In Land der aufgehenden Sonne lässt die Corona-Impfkampagne schwarze Gewitterwolken aufziehen. Nachdem acht Impfzentren kontaminierte Impfdosen vom Hersteller Moderna entdeckten, hat das japanische Ministerium für Gesundheit, Arbeit und Soziales die Reißleine gezogen und die Verimpfung des Präparats landesweit eingestellt.

Die in den Impfstoffdosen identifizierten fremdartigen Substanzen reagierten auf magnetische Einwirkung. Es könnte sich etwaig um Metall handeln, ließ ein Vertreter des Ministeriums verlautbaren. Das japanische Pharmaunternehmen Takeda Pharmaceutical Co. ist zuständig für den Verkauf und die Verteilung des Moderna Vakzins, und hat den Hersteller inzwischen dazu aufgefordert eine umgehende Untersuchung einzuleiten.

Gleichwohl die Verabreichung der unter Verdacht der Kontamination stehenden Charge in Höhe von 1,63 Millionen Dosen aus dem Verkehr gezogen wurde, fanden wahrscheinlich aufgrund eines inkohärenten Informationsflusses dennoch vereinzelte Injektionen mit dem mutmaßlich kontaminierten Einheiten statt.

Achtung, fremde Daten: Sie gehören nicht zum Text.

"""Speed of the compiled EKF against filterpy's ExtendedKalmanFilter, and batched throughput.

Run from the repository root::

    python benchmarks/speed.py [--cells 1000] [--filterpy-steps 20000]

Recordings: one hour at 1 Hz simulated from the demo-cell model (socfuse.estimator.demo.truth, 2 RC pairs, no
hysteresis, temperature tables), and the real 10 Hz Panasonic 18650PF drive cycle
(Kollmeyer 2018, doi:10.17632/wykht8y7tg.1) when ../shared/realdata is present (read with
scipy.io.loadmat, struct ``meas``, current sign flipped to + = discharge, duplicate times
dropped).  filterpy runs the same model: F, B and Q per step from our linearisation
(``EkfSetup.linearise``, a compiled call of about a microsecond) and Hx/HJacobian from
``EkfSetup.measure``; its time is dominated by filterpy's own numpy work.  The last line is
``ns_per_step=<ours> ratio_vs_filterpy=<filterpy time / ours>`` for the 1 Hz recording.
"""
from __future__ import annotations

import argparse
import os
import sys
import time
from pathlib import Path

import numpy as np

REPO = Path(__file__).resolve().parents[1]
sys.path.insert(0, str(REPO))

from socfuse.estimator.filters.ekf import _arrays, _prior, initial_soc, run_ekf, run_ekf_batch, setup  # noqa: E402
from socfuse.estimator.filters import kernels as K  # noqa: E402
from socfuse.estimator.filters.settings import default_settings  # noqa: E402
from socfuse.models import Recording, simulate  # noqa: E402
from socfuse.estimator.demo.truth import truth_cell_model  # noqa: E402

# Single-stream figures use the process CPU clock (immune to being descheduled on a shared
# machine); the batch prints both wall-clock throughput and throughput per CPU-second times the
# number of cores (what an otherwise idle machine would give).
CLOCK = time.process_time
DRIVE = "panasonic_18650pf/drive_cycles/03-18-17_02.17 25degC_Cycle_1_Pan18650PF.mat"


def demo_recording(n=3600, seed=0):
    m = truth_cell_model().with_(hysteresis=None)
    rng = np.random.default_rng(seed)
    t = np.arange(n, dtype=float)
    i = 6.0 * (np.sin(t / 70.0) > -0.3) - 4.0 * (np.sin(t / 17.0) > 0.92) + rng.normal(0, 0.5, n)
    sim = simulate(m, t, i, 25.0, soc0=0.95)
    return m, Recording(t, i, sim.voltage_v + rng.normal(0, 0.003, n), np.full(n, 25.0), sim.soc, "demo-1h")


def real_recording():
    root = Path(os.environ.get("SOCFUSE_REALDATA", REPO.parent / "shared" / "realdata"))
    path = root / DRIVE
    if not path.exists():
        return None
    from scipy.io import loadmat
    meas = loadmat(path, squeeze_me=True, struct_as_record=False)["meas"]
    t = np.asarray(meas.Time, dtype=float)
    keep = np.concatenate([[True], np.diff(t) > 0])
    t = t[keep]
    i = -np.asarray(meas.Current, dtype=float)[keep]
    v = np.asarray(meas.Voltage, dtype=float)[keep]
    temp = np.asarray(meas.Battery_Temp_degC, dtype=float)[keep]
    keep2 = np.concatenate([[True], np.diff(t) > 0])  # any remaining non-increasing rows
    return Recording(t[keep2], i[keep2], v[keep2], temp[keep2], name="panasonic drive cycle 1 (10 Hz)")


def time_ours(model, rec, settings, repeat=100):
    su = setup(model, settings)
    x0, p0 = _prior(su, *initial_soc(su, rec, 0.9))
    t, i, v, tc = _arrays(rec)
    n, nx = rec.n, su.n_x
    outs = (np.empty((n, nx)), np.empty(n), np.empty(n), np.empty(n), np.empty(n))
    d = np.empty((1, nx, nx))
    args = (t, i, v, tc, su.tables.packed, su.n_rc, su.i_b, su.i_h, su.est_h, su.prm, x0, p0, *outs, False, d, d, d)
    K.ekf_run(*args)  # compile / load from cache
    best = np.inf
    for _ in range(repeat):
        t0 = CLOCK()
        K.ekf_run(*args)
        best = min(best, CLOCK() - t0)
    return best / n * 1e9


def time_filterpy(model, rec, settings, max_steps):
    from filterpy.kalman import ExtendedKalmanFilter

    su = setup(model, settings)
    rec = rec.slice(0, min(rec.n, max_steps))
    x0, p0 = _prior(su, *initial_soc(su, rec, 0.9))
    t, i, v, tc = _arrays(rec)
    kf = ExtendedKalmanFilter(dim_x=su.n_x, dim_z=1)
    kf.x = x0.reshape(-1, 1)
    kf.P = p0.copy()
    kf.R = np.array([[settings.voltage_noise_v ** 2]])
    su.linearise(x0, i[0], i[1], t[1] - t[0], tc[0], tc[1])  # compile / load before timing
    su.measure(x0, i[0], tc[0])
    t0 = CLOCK()
    for k in range(rec.n):
        if k > 0:
            _, f, g, q, _, _ = su.linearise(kf.x[:, 0], i[k - 1], i[k], t[k] - t[k - 1], tc[k - 1], tc[k])
            kf.F, kf.B, kf.Q = f, g.reshape(-1, 1), q
            kf.predict(u=np.array([[0.5 * (i[k - 1] + i[k])]]))
        if np.isfinite(v[k]):
            ik, tk = i[k], tc[k]
            kf.update(np.array([[v[k]]]), lambda x: su.measure(x[:, 0], ik, tk)[1].reshape(1, -1),
                      lambda x: np.array([[su.measure(x[:, 0], ik, tk)[0]]]))
    return (CLOCK() - t0) / rec.n * 1e9


def time_batch(model, rec, settings, cells):
    recs = [rec] * cells
    scales = np.linspace(0.95, 1.05, cells)
    run_ekf_batch(model, recs[:2], settings, 0.9, scales[:2])  # compile / load
    su = setup(model, settings)
    # time the kernel only (the Trace assembly per cell is Python bookkeeping)
    m = cells
    lens = np.full(m, rec.n)
    offsets = np.concatenate([[0], np.cumsum(lens)]).astype(np.int64)
    x0, p0 = _prior(su, *initial_soc(su, rec, 0.9))
    x0s, p0s = np.repeat(x0[None], m, 0), np.repeat(p0[None], m, 0)
    cat = [np.concatenate([a] * m) for a in _arrays(rec)]
    n = int(offsets[-1])
    outs = (np.empty((n, su.n_x)), np.empty(n), np.empty(n), np.empty(n), np.empty(n), np.zeros(m, np.int64))
    best, best_cpu = np.inf, np.inf
    for _ in range(3):
        t0, c0 = time.perf_counter(), time.process_time()
        K.ekf_run_batch(offsets, *cat, su.tables.packed, su.n_rc, su.i_b, su.i_h, su.est_h, su.prm, scales,
                        x0s, p0s, *outs)
        best = min(best, time.perf_counter() - t0)
        best_cpu = min(best_cpu, time.process_time() - c0)
    return n / best, n / best_cpu


def main(argv=None):
    ap = argparse.ArgumentParser(description=__doc__.splitlines()[0])
    ap.add_argument("--cells", type=int, default=1000)
    ap.add_argument("--filterpy-steps", type=int, default=20000)
    a = ap.parse_args(argv)
    model, rec = demo_recording()
    s = default_settings(model)
    print(f"model: {model.name}, {model.n_rc} RC pairs, state size {setup(model, s).n_x}, "
          f"tables {setup(model, s).tables.packed.shape}")
    run_ekf(model, rec, s)
    ours = time_ours(model, rec, s)
    fp = time_filterpy(model, rec, s, a.filterpy_steps)
    print(f"{rec.name}: {rec.n} steps  ours {ours:8.1f} ns/step  filterpy {fp:10.0f} ns/step  ratio {fp / ours:7.0f}")
    real = real_recording()
    if real is not None:
        ours_r = time_ours(model, real, s, repeat=5)
        fp_r = time_filterpy(model, real, s, a.filterpy_steps)
        print(f"{real.name}: {real.n} steps  ours {ours_r:8.1f} ns/step  filterpy {fp_r:10.0f} ns/step  "
              f"ratio {fp_r / ours_r:7.0f}  (demo model on the real current; timing only)")
    else:
        print("real drive cycle not found (set SOCFUSE_REALDATA); skipped")
    thr, thr_cpu = time_batch(model, rec, s, a.cells)
    ncpu = os.cpu_count()
    print(f"batched: {a.cells} cells x {rec.n} steps on {ncpu} cores: {thr / 1e6:.1f} million cell-steps/s wall clock, "
          f"{thr_cpu * ncpu / 1e6:.1f} million per {ncpu} CPU-seconds (load average {os.getloadavg()[0]:.1f})")
    print(f"ns_per_step={ours:.1f} ratio_vs_filterpy={fp / ours:.0f}")


if __name__ == "__main__":
    main()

Am Samstag gab das Ministerium für Gesundheit Arbeit und Soziales bekannt, dass zwei Japaner in ihren Dreißigern verstarben, nachdem sie Dosen der suspendierten Lieferungen erhielten.

Auf der Insel Okinawa ist man etwaig auf eine weitere kontaminierte Charge gestoßen, teilte der japanische Nachrichtensender NHK mit. Ampullen und Spritzen wiesen schwarze und pinke fremdartige Substanzen auf, heißt es. Woraufhin die Regierung der Präfektur die Verimpfung des Moderna-Impstoffes unmittelbar stoppte.

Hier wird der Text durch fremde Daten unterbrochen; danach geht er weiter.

# ----------------------------------------------------------------------------- batches
def batches_section(cfg: Config) -> list[Row]:
    model = reference_model()
    calls = cfg.batch_calls
    for i in range(20):
        simulate(model, 1000, seed=10_000 + i)  # warm-up

    def many_calls(r: int) -> None:
        for i in range(calls):
            simulate(model, 1000, seed=i)

    def one_call(r: int) -> None:
        for _ in simulate_chunks(model, calls * 1000, seed=1, chunk_size=1000):
            pass

    block = [model] * calls

    def draws_call(r: int) -> None:
        simulate_draws(block, 1, 1000)

    with Load() as load:
        times = alternate({"calls": many_calls, "chunks": one_call, "draws": draws_call}, cfg.rounds)
    rate = calls * 1000 / median(times["calls"])
    chunk_rate = calls * 1000 / median(times["chunks"])
    draws_rate = calls * 1000 / median(times["draws"])
    return [
        Row(f"Batches: {calls:,} calls of simulate(1,000 patients)", f"{fmt_rate(rate)} patients "
            f"({median(times['calls']) / calls * 1e3:.2f} ms per call)", ">= 1 M/s", **_judge(cfg, rate >= 1e6),
            how=f"median of {cfg.rounds} rounds; {load.text}"),
        Row(f"Batches: one simulate_chunks call, {calls:,} chunks of 1,000", f"{fmt_rate(chunk_rate)} patients",
            how="same patients count; tables built per chunk"),
        Row(f"Batches, vectorised entry point: one simulate_draws call, {calls:,} draws x 1,000 patients",
            f"{fmt_rate(draws_rate)} patients", ">= 1 M/s", **_judge(cfg, draws_rate >= 1e6),
            how="sim.engine.simulate_draws (what the probabilistic analysis calls): each draw's rows equal "
                "simulate_range of its own model, bit for bit"),
    ]


# ----------------------------------------------------------------------------- memory
def memory_section(cfg: Config) -> list[Row]:
    model = reference_model()
    n = cfg.n_memory
    simulate(model, min(n, 100_000), seed=1)  # warm-up outside the trace
    rows = []
    for workers in (1, 2):
        gc.collect()
        buffers.release()  # the run's columns come from new memory, which tracemalloc sees
        tracemalloc.start()
        run = simulate(model, n, seed=1, workers=workers)
        _, peak = tracemalloc.get_traced_memory()
        tracemalloc.stop()
        tables = int(run.events.memory_usage(deep=True).sum() + run.patients.memory_usage(deep=True).sum())
        del run
        per = peak / n
        if workers == 1:
            rows.append(Row(f"Peak memory per patient, {n:,} patients, event log kept (1 thread)",
                            f"{per:.0f} B/patient (returned tables {tables / n:.0f} B/patient)", "<= 160 B",
                            **_judge(cfg, per <= 160), how="tracemalloc peak during simulate() / patients"))
        else:
            rows.append(Row(f"Peak memory per patient, {n:,} patients, event log kept (2 threads)",
                            f"{per:.0f} B/patient", how="tracemalloc; up to 4 chunks in flight"))
    return rows


def stream_section(cfg: Config) -> list[Row]:
    if cfg.n_stream is None:
        return [Row("Peak RSS, 10,000,000 patients streamed to Parquet (RunWriter)", "—", "<= 2 GiB",
                    status="full mode only")]
    n = cfg.n_stream
    with tempfile.TemporaryDirectory(prefix="hazardtrace-bench-") as tmp, Load() as load:
        proc = subprocess.run([sys.executable, str(HERE / "stream_memory.py"), str(n), str(Path(tmp) / "run"),
                               "100000", "2"], capture_output=True, text=True, timeout=3600)
    if proc.returncode != 0:
        return [Row(f"Peak RSS, {n:,} patients streamed to Parquet", "failed", "<= 2 GiB", met=False,
                    how=proc.stderr.strip().splitlines()[-1] if proc.stderr.strip() else "")]
    out = json.loads(proc.stdout.strip().splitlines()[-1])
    peak = out["peak_rss_bytes"]
    return [Row(f"Peak RSS, {n:,} patients streamed to Parquet (RunWriter, chunks of 100,000, 2 threads)",
                f"{peak / 2**30:.2f} GiB ({peak / n:.0f} B/patient; {out['seconds']:.1f} s, "
                f"{out['events']:,} events, {out['bytes_on_disk'] / 2**20:.0f} MiB on disk)", "<= 2 GiB",
                **_judge(cfg, peak <= 2 * 2**30),
                how=f"VmHWM of a child process (includes the interpreter and libraries: "
                    f"{out['rss_before_bytes'] / 2**20:.0f} MiB before the run); {load.text}")]


# ----------------------------------------------------------------------------- scaling
def scaling_section(cfg: Config) -> list[Row]:
    model = reference_model()
    simulate(model, 10_000, seed=1)
    buffers.release()  # the first round of each size starts from memory the process does not hold
    sizes = cfg.scaling
    # small sizes are repeated within a round so that each timing spans at least ~0.2 s
    repeats = {n: max(1, int((20_000 if cfg.quick else 200_000) // n)) for n in sizes}
    rounds = {n: (min(cfg.rounds, 3) if n >= 10_000_000 else cfg.rounds) for n in sizes}

    def make(n: int):
        def go(r: int) -> None:
            if r < rounds[n]:
                for _ in range(repeats[n]):
                    simulate(model, n, seed=1)
        return go

    with Load() as load:
        times = alternate({n: make(n) for n in sizes}, cfg.rounds)
    per = {n: median(v[:rounds[n]]) / (repeats[n] * n) for n, v in times.items()}
    first = {n: v[0] / (repeats[n] * n) for n, v in times.items()}
    spread = max(per.values()) / min(per.values())
    value = "; ".join(f"10^{round(math.log10(n))}: {per[n] * 1e9:.0f} ns" for n in sizes)
    return [Row("Scaling: time per patient at " + ", ".join(f"10^{round(math.log10(n))}" for n in sizes),
                f"{value} (max/min {spread:.2f})", "flat: max/min <= 1.3", **_judge(cfg, spread <= 1.3),
                how=f"median over rounds ({', '.join(str(rounds[n]) for n in sizes)}); the first round, whose "
                    f"result columns take memory the process does not yet hold (sim.engine.buffers): "
                    + ", ".join(f"{first[n] * 1e9:.0f} ns" for n in sizes) + f"; {load.text}")]


# ----------------------------------------------------------------------------- study and trace
def study_section(cfg: Config) -> list[Row]:
    from sim.io.demo import demo_model
    from sim.reference.study import DEFAULT_CYCLE_LENGTHS, discretization_study

    model = demo_model()
    cycles = (1.0, 2.0) if cfg.quick else DEFAULT_CYCLE_LENGTHS
    result = [] if cfg.quick else [discretization_study(model, cycle_lengths=cycles)]  # warm-up
    with Load() as load:
        times = alternate({"study": lambda r: result.append(discretization_study(model, cycle_lengths=cycles))},
                          cfg.rounds)
    t = median(times["study"])
    rows = len(result[-1].table)
    return [Row(f"Discretization-error study on the demo model ({rows} rows"
                + (", quick: 2 cycle lengths)" if cfg.quick else ")"),
                fmt_time(t), "< 1 s", **_judge(cfg, t < 1.0), how=f"median of {cfg.rounds} calls; {load.text}")]


def trace_section(cfg: Config) -> list[Row]:
    from sim.reference.cohort import cohort_trace

    horizon = 50.0
    model = chain_model(10, horizon)
    h = horizon / cfg.trace_cycles
    cohort_trace(model, "base", h, entry_ages="mean-age")  # warm-up

    variants = {"mean": lambda r: cohort_trace(model, "base", h, "matrix-exponential", entry_ages="mean-age"),
                "strata": lambda r: cohort_trace(model, "base", h, "matrix-exponential", entry_ages="strata")}
    with Load() as load:
        times = alternate(variants, cfg.rounds)
    t, ts = median(times["mean"]), median(times["strata"])
    k = cfg.trace_cycles
    return [Row(f"Cohort trace, {k:,} cycles x 10 states (matrix exponential, one stratum)",
                f"{fmt_time(t)} ({t / k * 1e6:.0f} µs per cycle)", how=f"median of {cfg.rounds}; {load.text}"),
            Row(f"Cohort trace, {k:,} cycles x 10 states, 48 entry-age strata (the default)",
                f"{fmt_time(ts)}", how=f"median of {cfg.rounds}")]


# ----------------------------------------------------------------------------- GUI
def gui_section(cfg: Config) -> list[Row]:
    names = ("Longest GUI event-loop gap while a 1,000,000-patient run goes on in the worker",
             "Time from Run to all plots shown, 100,000 patients")
    if not cfg.gui:
        return [Row(names[0], "—", "< 100 ms", status="full mode only"),
                Row(names[1], "—", "< 1 s", status="full mode only")]
    missing = [p for p in ("gui/run_panel.py", "gui/results/__init__.py") if not (HERE.parent / p).exists()]
    if missing:
        return [Row(nm, "—", tgt, status=f"not measured: {', '.join(missing)} missing")
                for nm, tgt in zip(names, ("< 100 ms", "< 1 s"))]
    env = dict(os.environ, QT_QPA_PLATFORM="offscreen")
    with Load() as load:
        proc = subprocess.run([sys.executable, str(HERE / "gui_figures.py"), "1000000", "100000", str(cfg.rounds)],
                              capture_output=True, text=True, timeout=3600, env=env, cwd=str(HERE.parent))
    if proc.returncode != 0:
        why = (proc.stderr.strip().splitlines() or ["no output"])[-1]
        return [Row(nm, "—", tgt, status=f"not measured: {why}") for nm, tgt in zip(names, ("< 100 ms", "< 1 s"))]
    out = json.loads(proc.stdout.strip().splitlines()[-1])
    big = out["big"]
    gap = big["max_gap_running"]
    stages = ", ".join(f"{k} {v:.2f} s" for k, v in out.get("stages_small", {}).items())
    shown = out["run_to_shown_median"]
    return [
        Row(names[0], f"{gap * 1e3:.0f} ms (run took {big['run_to_ready']:.1f} s; drawing the results afterwards "
            f"blocked up to {big['max_gap_drawing'] * 1e3:.0f} ms)", "< 100 ms", met=gap < 0.1,
            how=f"10 ms QTimer on the GUI thread, offscreen, 2 threads, error study on; {load.text}"),
        Row(names[1], f"{shown:.2f} s (worker done after {out['run_to_ready_median']:.2f} s)", "< 1 s",
            met=shown < 1.0, how=f"RunPanel.start_run to ResultsPanel.results_shown, median of {cfg.rounds}; "
                                 f"worker stages (sim.pipeline.run): {stages}"),
    ]


# ----------------------------------------------------------------------------- report
def table(rows: list[Row]) -> str:
    def cell(text: str) -> str:
        return text.replace("|", "\\|")  # a literal | inside a Markdown table cell

    lines = ["| Figure | Value | Target | Met | How measured |", "|---|---|---|---|---|"]
    for r in rows:
        lines.append("| " + " | ".join(cell(x) for x in (r.figure, r.value, r.target, r.met_text, r.how)) + " |")
    return "\n".join(lines)


def report(cfg: Config, rows: list[Row], info: dict[str, str], seconds: float, argv: list[str]) -> str:
    head = [
        "# HazardTrace benchmark results",
        "",
        f"Written by `benchmarks/run.py` ({'quick' if cfg.quick else 'full'} mode, {cfg.rounds} rounds; "
        f"command `{' '.join(['python', 'benchmarks/run.py', *argv])}`; {seconds:.0f} s). "
        "The reference workload and the baselines are described in `benchmarks/workloads.py` and "
        "`benchmarks/baselines.py` (invented numbers).",
        "",
        "| Machine | |",
        "|---|---|",
        *[f"| {k} | {v} |" for k, v in info.items()],
        "",
        table(rows),
        "",
        "Survival rows: each difference is followed, in parentheses, by the same difference in units of the "
        "engine's Monte Carlo standard error (MCSE); RMST is the mean time alive over the 60-year horizon, "
        "S(t) the share alive t years after entry. z uses the MCSEs of both sides.",
        "",
    ]
    return "\n".join(head)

Die Reaktion von Japans Regierung ist doch recht außergewöhnlich. Denn bislang motivieren solche Entdeckungen diverse Staatenlenker lediglich dahingehend, das genmanipulierende Massenexperiment auf Gedeih und Verderb fortzusetzen. Koste es was es wolle. Über Leichen gehend bis zur Apokalypse.

Hierzulande etwa haben kooperierende Rechtsanwälte und Ärzte bereits vor einigen Wochen darauf aufmerksam gemacht, das Blutbilder von Corona-Geimpften metallartige Objekte aufweisen. Doch das interessiert offenbar keine machthaberische Sau.

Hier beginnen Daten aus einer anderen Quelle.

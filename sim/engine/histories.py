"""Continuous-time simulation of individual patient histories, vectorised over patients.

Algorithm (per chunk of patients, per strategy):

1. Draw entry age, sex and (for a mix of initial states) the initial state from the patient's
   attribute stream, common to every strategy.
2. In rounds, for every patient still at risk, group by current state ``s``. For each competing exit
   ``k`` of ``s`` draw E_k ~ Exp(1) from the patient's word ``k`` in stream ``1 + s`` at its
   occurrence (the stream layout of :mod:`sim.engine.rng`: consecutive patients' words are
   consecutive words of one Philox counter sequence, every word used) and turn it into a latent
   time by conditional inverse cumulative hazard sampling, T_k = H_k^-1(H_k(x_k) + E_k) - x_k,
   where x_k is the exit's clock at entry into ``s`` (attained
   age, time since entry, or 0 for the time-in-state clock) (Bender, Augustin & Blettner 2005, Stat
   Med 24:1713-1723). The earliest latent time wins: for cause-specific hazards the minimum of
   independent latent times has the correct joint law of (time, cause) (Beyersmann et al. 2009,
   Stat Med 28:956-971).
3. A move past the patient's horizon is censored at the horizon; absorbing states end the history.

Because each latent draw is a pure function of (seed, patient, state, occurrence, exit slot), the
histories are identical for every chunking and worker count, and strategies share common random
numbers: a strategy that only changes the hazard of one transition changes only the latent times
that transition produces.

Where the work runs: the round loop is one compiled kernel (:func:`sim.engine.kernels.run_rounds`,
numba, without the GIL, so worker threads overlap): grouping by state, the Philox words of exactly
the patients in a state, ``-log u``, the conditional times of exits with block forms (exponential,
Weibull, Gompertz: :mod:`sim.hazards.blocks`, calling numpy's own ``exp``/``log`` loops), the
competing minimum with moves, censoring and records. It returns to Python for a state whose exits
have no block form, which takes the hazards' numpy code (:mod:`sim.hazards`; the same values the
blocks give). Placing a chunk's events is a kernel too. Scratch arrays live in per-chunk
workspaces kept between runs, and the result columns come from :mod:`sim.engine.buffers`.
"""
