def compared_arm(fit: Fit, *, transition: str, strategy: int) -> ComparedArm:
    """The compared arm of a two-arm fit as a strategy's entry for ``transition``.

    Proportional-hazards families (exponential, Weibull, Gompertz, piecewise) give the hazard ratio
    :math:`e^{\\hat\\beta}` for the strategy's ``hazard_ratios`` (the model multiplies the transition's
    hazard by it: :math:`H_1 = e^{\\beta} H_0`). Accelerated-failure-time families (log-logistic,
    log-normal, gamma) have an acceleration factor :math:`AF = e^{\\hat\\beta}`,
    :math:`S_1(t) = S_0(t / AF)`, which is not a hazard ratio and has no key in the scenario format: the
    compared arm's own fitted hazard (:meth:`Fit.hazard_keys` ``("compared")``) is the strategy's
    ``replacements`` entry instead (docs/scenario-format.md, ``[[strategies]]``).

    Raises
    ------
    ValidationError
        A one-arm fit, a fit that did not converge or a family that is not a scenario family.
    """
    _two_arm_fit(fit)
    assert fit.effect is not None
    e = fit.effect
    strategy = int(strategy)
    if strategy < 0:
        raise ValidationError(("strategy",), "must be the index of a [[strategies]] table (>= 0)", strategy)
    if e.kind == HAZARD_RATIO:
        beta = float(fit.theta[-1]) if fit.theta is not None else float(np.log(e.estimate))
        hr = float(np.exp(beta))
        note = (f"{fit.label}: hazard ratio {hr:.4g} of arm {e.compared!r} against {e.reference!r}, written as "
                f"{format_key(('strategies', strategy, 'hazard_ratios', transition))}")
        return ComparedArm(strategy, transition, e.kind, hr, None, hr, note)
    note = (f"{fit.label} is an accelerated-failure-time family: the fitted effect of arm {e.compared!r} is an "
            f"acceleration factor {e.estimate:.4g} (S_1(t) = S_0(t / AF)), not a hazard ratio; the scenario "
            f"format has no acceleration factor, so the compared arm's own fitted hazard is written as "
            f"{format_key(('strategies', strategy, 'replacements', transition))}")
    return ComparedArm(strategy, transition, ACCELERATION_FACTOR, None, fit.hazard_keys("compared"), e.estimate, note)
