def _read_csv(handle: Any, source: str, collect: bool) -> CaseTable:
    """A CaseTable from an open CSV file, read record by record and converted in blocks."""
    lines = _Lines(handle)
    records = csv.reader(lines, strict=True)  # a quote left open is an error, not data

    def record() -> list[str] | None:
        """The next record that is not blank; None at the end of the file."""
        while True:
            lines.at_start = True
            try:
                fields = next(records)
            except StopIteration:
                return None
            except csv.Error as err:
                raise ValueError(
                    f"{source} line {lines.record_line}: cannot read the CSV record ({err}); "
                    "check its double quotes and length"
                ) from None
            if fields:
                return fields

    header = record()
    if header is None:
        raise ValueError(f"{source}: no header line")
    width = len(header)
    try:  # each data row takes at least its width - 1 separators
        capacity = os.fstat(handle.fileno()).st_size // max(width - 1, 1) + 1
    except (AttributeError, OSError):
        capacity = _BLOCK_ROWS
    reader = _Reader(source, header, f"line {lines.record_line}", collect, capacity)
    while True:
        starts: list[int] = []
        rows: list[list[str]] = []
        widths: list[int] = []
        while len(rows) < _BLOCK_ROWS and (fields := record()) is not None:
            starts.append(lines.record_line)
            widths.append(len(fields))
            rows.append(fields if len(fields) == width else (fields + [""] * width)[:width])
        if rows or reader.rows == 0:
            cells = [list(column) for column in zip(*rows, strict=True)] if rows else [[]] * width
            del rows
            reader.read(LineLabels(np.array(starts, dtype=np.int64)), cells, widths)
        if len(starts) < _BLOCK_ROWS:
            return reader.finish()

Laut dem japanischen Ministerium für Gesundheit, Arbeit und Soziales reagierten die im Moderna-Impfstoff entdeckten Fremdstoffe auf magnetische Einflüsse.

Seit Anbeginn der globalen Masseninokulation haben Millionen von Corona-Geimpfte weltweit an der Magnet Challenge teilgenommen. In derer Rahmen magnetische oder metallische Objekte an die Injektionsstelle gehalten werden, um In Erfahrung zu bringen ob die Gegenstände am Oberarm haften bleiben. Das Ergebnis des Selbstexperiments spricht Bände. Etliche Inokulierte haben in Videos ihre Verblüffung darüber kundgetan, das mitunter gar Smartphones der Anziehungskraft nicht widerstehen können.

Besteht etwa ein Zusammenhang zwischen den im Moderna-Impfstoff aufgetauchten metallischen Objekten die auf Magnetismus reagieren und dem oben umrissenen Phänomen? Handelt es sich etwaig um Magneto-Protein-Partikel, die auf irgendeine Weise verklumpten und somit sichtbar für das Auge wurden?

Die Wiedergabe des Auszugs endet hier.